[Stored data]
───

@dataclass(frozen=True, eq=False)
class Entries(Table):
    """Named entries ``[name.<key>]``, each a table of ``fields``; errors name ``<label> '<key>'``."""

    label: str = "entry"
    key_pattern: str = LOWER_SNAKE
    min_entries: int = 1
    entry_build: Callable[[str, dict[str, Any]], Any] | None = None

    def read(self, raw: object, at: Where) -> dict[str, Any]:
        if not isinstance(raw, dict):
            raise at.fail(f"must be tables [{self.name}.<key>] (got {shown(raw)})")
        if len(raw) < self.min_entries:
            raise at.fail(f"needs at least {self.min_entries} [{self.name}.<key>] table")
        out = {}
        for key, body in raw.items():
            where = at.enter(f"{self.label} {key!r}")
            if not re.fullmatch(self.key_pattern, key):
                raise where.fail(f"the key must be {_PATTERN_WORDS.get(self.key_pattern, self.key_pattern)}")
            if not isinstance(body, dict):
                raise where.fail(f"must be a table [{self.name}.{key}] (got {shown(body)})")
            values = self.read_table(body, where)
            out[key] = self.entry_build(key, values) if self.entry_build else values
        return out

    def type_text(self) -> str:
        return f"tables [{self.name}.<key>]"


@dataclass(frozen=True, eq=False)
class TableList(Table):
    """A list of tables (``[[name]]`` at the top level, ``name = [ {...}, ... ]`` inside an entry)."""

    min_items: int = 0
    label_key: str = ""  # errors name an item by this text field (``observation 'x1'``), else ``observation #1``

    def read(self, raw: object, at: Where) -> tuple[Any, ...]:
        if not isinstance(raw, list):
            raise at.fail(f"must be a list of tables (got {shown(raw)})")
        if len(raw) < self.min_items:
            raise at.fail(f"needs at least {self.min_items} entr{'y' if self.min_items == 1 else 'ies'}")
        return tuple(self.read_item(item, i, at) for i, item in enumerate(raw))

    def read_item(self, item: object, index: int, at: Where) -> Any:
        """Check item ``index`` (from 0) of the list; errors name it by ``label_key`` or by its number."""
        label = item.get(self.label_key) if self.label_key and isinstance(item, dict) else None
        tag = repr(label) if isinstance(label, str) and label.strip() else f"#{index + 1}"
        where = at.enter(f"{at.entry + ' ' if at.entry else ''}{self.name} {tag}")
        if not isinstance(item, dict):
            raise where.fail(f"must be a table (got {shown(item)})")
        return self.read_table(item, where)

    def type_text(self) -> str:
        return "list of tables"


@dataclass(frozen=True, eq=False)
class FileSchema:
    """One file in resources/: its top-level fields, cross-field checks, and the prose for SCHEMA.md."""

    name: str
    title: str
    fields: tuple[Field, ...]
    doc: str = ""
    checks: tuple[Check, ...] = ()
    version: int | None = 1  # the schema_version the file starts with; None for a file that carries none

    def read(self, document: dict[str, Any]) -> dict[str, Any]:
        """Check a parsed TOML document; return its values or raise one DataError line."""
        at = Where(self.name)
        if self.version is None:
            return Table(self.name, fields=self.fields, checks=self.checks).read_table(document, at)
        if "schema_version" not in document:
            raise at.at("schema_version").fail(f"is missing (must be {self.version})")
        if isinstance(version := document["schema_version"], bool) or version != self.version:
            raise at.at("schema_version").fail(f"must be {self.version} (got {shown(version)})")
        body = {k: v for k, v in document.items() if k != "schema_version"}
        return Table(self.name, fields=self.fields, checks=self.checks).read_table(body, at)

───

Problem requirements
Only lines with the word "checks" are wanted; pull each of them from the records.

Your solution
    """One file in resources/: its top-level fields, cross-field checks, and the prose for SCHEMA.md."""
    checks: tuple[Check, ...] = ()
            return Table(self.name, fields=self.fields, checks=self.checks).read_table(document, at)
        return Table(self.name, fields=self.fields, checks=self.checks).read_table(body, at)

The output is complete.